Committed to the highest standards

The Board recognises its responsibility for the proper management of the Company and is committed to maintaining a high standard of corporate governance.

The Directors recognise the importance of sound corporate governance commensurate with the size and nature of the Company and the interests of its Shareholders. The Corporate Governance Code does not apply to companies admitted to trading on AIM and there is no formal alternative for AIM companies. The Quoted Companies Alliance has published the QCA Code, which includes a standard of minimum best practice for AIM companies, and recommendations for reporting corporate governance matters. The Directors take into account the Corporate Governance Code (and the QCA Code), to the extent they consider it appropriate and having regard to the size and resources of the Company.

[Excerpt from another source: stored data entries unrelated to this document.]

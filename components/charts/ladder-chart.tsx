import { View } from 'react-native';
import Svg, { G, Line, Rect, Text as SvgText } from 'react-native-svg';
import type { LadderRung } from '@/analysis/ladder';
import type { UnitSystem } from '@/analysis/units';
import { fonts } from '@/components/theme';
import { BUILD_COLORS, chartColors } from './chart-colors';
import { countWords } from './chart-format';
import { ladderChartGeometry } from './ladder-chart-geometry';

export type LadderChartProps = {
  /** The session's ladder, in bag order (SessionAnalysis.ladder). */
  rungs: readonly LadderRung[];
  units: UnitSystem;
  /** The chart's width in px (measure it with onLayout); the height follows the number of clubs. */
  widthPx: number;
};

const small = { fontFamily: fonts.regular, fontSize: 11, fill: chartColors.axisText } as const;
const barColor = BUILD_COLORS[0];

/** The bag's gapping: per club the median carry and its q1–q3 spread, the gaps between them. */
export function LadderChart({ rungs, units, widthPx }: LadderChartProps) {
  const g = ladderChartGeometry({ rungs, units, widthPx });
  const { plot } = g;
  const flagged = g.gaps.filter((gap) => gap.flag !== null).length;
  const summary = `Ladder: ${countWords(g.rows.length, 'club')}, ${countWords(flagged, 'flagged gap')}`;
  return (
    <View accessible accessibilityRole="image" accessibilityLabel={summary}>
      <Svg width={g.widthPx} height={g.heightPx}>
        {g.carryLines.map((l) => (
          <G key={`c${l.value}`}>
            <Line x1={l.px} x2={l.px} y1={plot.top} y2={plot.bottom} stroke={chartColors.grid} strokeWidth={l.label ? 1 : 0.5} />
            {l.label ? <SvgText {...small} x={l.px} y={plot.bottom + 14} textAnchor="middle">{l.label}</SvgText> : null}
          </G>
        ))}
        <SvgText {...small} x={(plot.left + plot.right) / 2} y={plot.bottom + 30} textAnchor="middle">{`Carry (${g.unit}), median and middle half of shots`}</SvgText>
        {g.rows.map((r) => (
          <G key={r.club} testID="ladder-row">
            <SvgText fontFamily={fonts.medium} fontSize={13} fill={chartColors.text} x={4} y={r.y + 4}>{r.label}</SvgText>
            <Rect x={r.q1X} y={r.y - 5} width={Math.max(1, r.q3X - r.q1X)} height={10} rx={5} fill={barColor} fillOpacity={0.25} />
            <Rect x={r.medianX - 1.5} y={r.y - 8} width={3} height={16} rx={1} fill={barColor} />
            <SvgText {...small} fill={chartColors.text} x={r.medianX} y={r.y - 11} textAnchor="middle">{r.medianLabel}</SvgText>
          </G>
        ))}
        {g.gaps.map((gap) => {
          const color = gap.flag ? chartColors.caution : chartColors.axisText;
          const loftColor = gap.loftFlag ? chartColors.caution : chartColors.axisText;
          return (
            <G key={`${gap.from}-${gap.to}`} testID="ladder-gap">
              <Line x1={g.gapColumnX} x2={g.gapColumnX} y1={gap.y1 + 3} y2={gap.y2 - 3} stroke={color} strokeWidth={gap.flag ? 2 : 1} />
              <SvgText fontFamily={gap.flag ? fonts.semibold : fonts.regular} fontSize={12} fill={color} x={g.gapColumnX + 6} y={gap.labelY}>{gap.text}</SvgText>
              {gap.loftText ? <SvgText {...small} fill={loftColor} x={g.gapColumnX + 6} y={gap.labelY + 13}>{gap.loftText}</SvgText> : null}
            </G>
          );
        })}
      </Svg>
    </View>
  );
}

The Group’s current system of corporate governance is summarised below.

Company’s directors

ADM Energy PLC has a three member Board of Directors comprised of

  • Peter Francis – Non-Executive Chairman
  • Osamede (Osa) Okhomina – Chief Executive Officer
  • Richard Carter – Chief Operating Officer
  • Manuel Lamboley – Non-Executive Director
  • Sir Henry Bellingham – Non-Executive Director
  • Dr Stefan Liebing – Non-Executive Director

Directors’ responsibilities

The Directors are responsible for keeping proper accounting records which disclose with reasonable accuracy at any time the financial position of the Company, for safeguarding the assets, for taking reasonable steps for the prevention and detection of fraud and other irregularities and for the preparation of the financial statements which comply with the requirements of the Companies Act 2006. The Directors are responsible for preparing the annual report and the financial statements in accordance with the Companies Act 2006. The Directors have chosen to prepare financial statements for the group and the company in accordance with International Financial reporting Standards as adopted by the European Union (IFRSs).

Board Committees

Remuneration Committee

The Remuneration Committee consists of Peter Francis (Committee Chairman) and Manuel Lamboley. It is responsible for reviewing the performance of the senior executives and for determining their levels of remuneration. The Committee makes recommendations to the Board, within agreed terms of reference regarding the levels of remuneration and benefits.

Audit Committee

The Audit Committee consists of the Non-Executive Chairman: Peter Francis and Richard Carter. The Audit Committee meets at least two times a year to consider the annual and interim financial statements and the audit plan. The Audit Committee is responsible for ensuring that appropriate financial reporting procedures are properly maintained and reported upon, reviewing accounting policies and for meeting the auditors and reviewing their reports relating to the financial statements and internal control systems.

Policies

Anti-Bribery and Corruption

ADM Energy has a strict anti-bribery and corruption policy in line with the UK Bribery Act (2010). The Company will not accept employees giving or receiving bribes, intending either to obtain or retain business for the company, or to obtain or retain an advantage in the conduct of the company’s business.

The company is committed to comply with the Act and will enforce the same level of compliance throughout its operations. This applies to management, employees, contract staff and industry partners working on the Company’s behalf.

The Company's Investment Policy

ADM will seek to invest in opportunities within the natural resources sector, the oil services, power and energy sectors and in technology opportunities related to these sectors.